22 They’re filled with joy when they finally die,
    and rejoice when they find the grave.
2Why is life given to those with no future,
    those God has surrounded with difficulties?”

Job 3:20-23, NLT

Job begins to curse his existence and his words are saturated with frustration. He grieves for all of his dead children and is sickened by his afflictions. Job is a man pushed beyond the edge.
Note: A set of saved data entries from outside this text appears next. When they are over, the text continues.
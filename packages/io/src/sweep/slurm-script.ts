/** What a Slurm job-array script for a sharded sweep needs. */
export interface SlurmScriptOptions {
  /** Array tasks, one shard each (N of `--shard K/N`), ≥ 1. */
  readonly tasks: number;
  /** CPUs per task; each shard runs that many worker threads. */
  readonly cpusPerTask: number;
  /** How to run the intradyne command: the program and its first arguments (e.g. node and main.js), absolute paths. */
  readonly command: readonly string[];
  /** The folder or manifest swept, as an absolute path. */
  readonly input: string;
  /** The results folder, as an absolute path. */
  readonly out: string;
  /** The analysis options every shard passes on (e.g. `['--skip', '1024']`). */
  readonly analysisArgs: readonly string[];
  /** Number of captures of the sweep when the script was written (for its header). */
  readonly captures: number;
  /** The merge's HTML report (`merge --report`), as an absolute path, when asked for. */
  readonly report?: string;
}

/** A word for bash, single-quoted unless it needs no quoting. */
export function shellQuote(word: string): string {
  return /^[A-Za-z0-9_./:=@%+-]+$/.test(word) ? word : `'${word.replaceAll("'", "'\\''")}'`;
}

/**
 * The text of a bash script that runs a sweep as a Slurm job array, for the
 * user to review and submit (nothing is submitted when it is written).
 *
 * Run with `bash FILE` on a login node, it submits itself as an array of
 * `tasks` tasks (`--array=0-(tasks−1)`, so a task's id is its shard), then
 * `intradyne merge OUT` as a job depending on the whole array with
 * `afterany`: the merge runs even when a shard failed and then fails
 * itself, naming the missing shard, instead of waiting forever on a
 * dependency that can never be met. Run by Slurm as array task K, it runs
 * `intradyne sweep INPUT --out OUT --shard K/N --jobs $SLURM_CPUS_PER_TASK`:
 * the shard count is written into the script rather than read from Slurm
 * (`--shard auto`), so that a partial re-submission (`sbatch --array=2,5
 * FILE`, after those tasks failed) still runs shards 2 and 5 of N, and
 * resumes them from their journals. With `report`, the merge also writes
 * the sweep's HTML report there. Logs go to `OUT/logs/`, which must
 * exist before Slurm starts a task (the submitting branch creates it).
 * @example writeFileAtomic('lab.slurm', (w) => w(slurmScript({ tasks: 8, cpusPerTask: 4, … })))
 */
export function slurmScript(o: SlurmScriptOptions): string {
  const q = shellQuote;
  const logs = `${o.out}/logs`;
  const analysis = o.analysisArgs.length > 0 ? ` ${o.analysisArgs.map(q).join(' ')}` : '';
  const mergeReport = o.report === undefined ? '' : ` --report ${q(o.report)}`;
  return `#!/usr/bin/env bash
# An Intradyne sweep as a Slurm job array, written by 'intradyne sweep --emit-slurm'.
# ${o.captures} captures of ${o.input}
# in ${o.tasks} shards (each array task runs one shard on ${o.cpusPerTask} CPU${o.cpusPerTask === 1 ? '' : 's'}), then the
# merge of the shards into ${o.out}.
#
# Review it first: add your partition, account, time and memory limits to the
# #SBATCH lines below. Then submit it from a login node with
#   bash THIS_FILE
# which submits the array, then the merge as a job that starts once every
# task has ended (afterany: a failed shard makes the merge fail and name it,
# rather than leave the merge waiting). 'sbatch THIS_FILE' submits the array
# alone; merge afterwards with the command in the submitting branch below.
# Task K runs shard K of ${o.tasks}: keep the array's ids 0 to ${o.tasks - 1}. To redo some
# shards (after a failure), 'sbatch --array=K1,K2 THIS_FILE' runs just those,
# skipping the captures they had finished, then merge again.
#
#SBATCH --job-name=intradyne-sweep
#SBATCH --array=0-${o.tasks - 1}
#SBATCH --cpus-per-task=${o.cpusPerTask}
#SBATCH --output=${logs}/shard-%A_%a.out
##SBATCH --partition=YOUR_PARTITION
##SBATCH --account=YOUR_ACCOUNT
##SBATCH --time=01:00:00
##SBATCH --mem-per-cpu=2G
set -euo pipefail

INTRADYNE=(${o.command.map(q).join(' ')})
INPUT=${q(o.input)}
OUT=${q(o.out)}

if [ -z "\${SLURM_ARRAY_TASK_ID:-}" ]; then
  # Submitting (not inside a task): the array, then the merge after it.
  mkdir -p "$OUT/logs"
  array=$(sbatch --parsable "$0")
  array=\${array%%;*}
  merge=$(sbatch --parsable --dependency="afterany:$array" --job-name=intradyne-merge \\
    --cpus-per-task=1 --output="$OUT/logs/merge-%j.out" \\
    --wrap="$(printf '%q ' "\${INTRADYNE[@]}" merge "$OUT"${mergeReport})")
  echo "submitted the shards as job $array and the merge as job \${merge%%;*}"
  exit 0
fi

# Inside array task K: shard K of ${o.tasks}.
exec "\${INTRADYNE[@]}" sweep "$INPUT" --out "$OUT" --shard "$SLURM_ARRAY_TASK_ID/${o.tasks}" --jobs "\${SLURM_CPUS_PER_TASK:-1}"${analysis}
`;
}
Job is the “poster child” of human suffering. He is completely without pretense as he openly grieves. He voices exactly what is in his heart.

Let us be clear about this; He is devastated, ravaged by Satan’s grim ministry. Job to his credit, is oblivious to Satan’s wager with the Almighty God. He has no clue that he has been chosen by God in this matter. The Lord keeps His secrets.

All Job knows is the pain, and there is the endless grief that even his tears can’t help.

In Job’s first speech he asks some basic questions:

  • Why is light given to those who are full of pain?
  • Why does life unfold to the one who rather not live anymore?

Death has a powerful influence in this three verses, He wants to die, and end the charade. He wishes for non-existence and laments that he can not die fast enough.

People with disabilities and chronic pain can understand Job’s desire for release. Once they were “whole” people. Death was something to be avoided at all costs. But now it is seen as an escape.

Hurting people will often turn to drinking and drugging as a way of coping. We’ll try anything to numb our thinking. It’s what gets us through the day. Oblivion has become my best friend.

For Job (the patron saint of pain) finds that nothing will fix him. His friends have come, but they seem to only accuse and confuse job. Honestly he is better when they just sat with him in silence.

“God wants us to choose to love him freely, even when that choice involves pain, because we are committed to him, not to our own good feelings and rewards. He wants us to cleave to him, as Job did, even when we have every reason to deny him hotly.”

–Philip Yancey

“Come quickly, Lord, and answer me, for my depression deepens. Don’t turn away from me, or I will die. Let me hear of your unfailing love each morning, for I am trusting you. Show me where to walk, for I give myself to you.”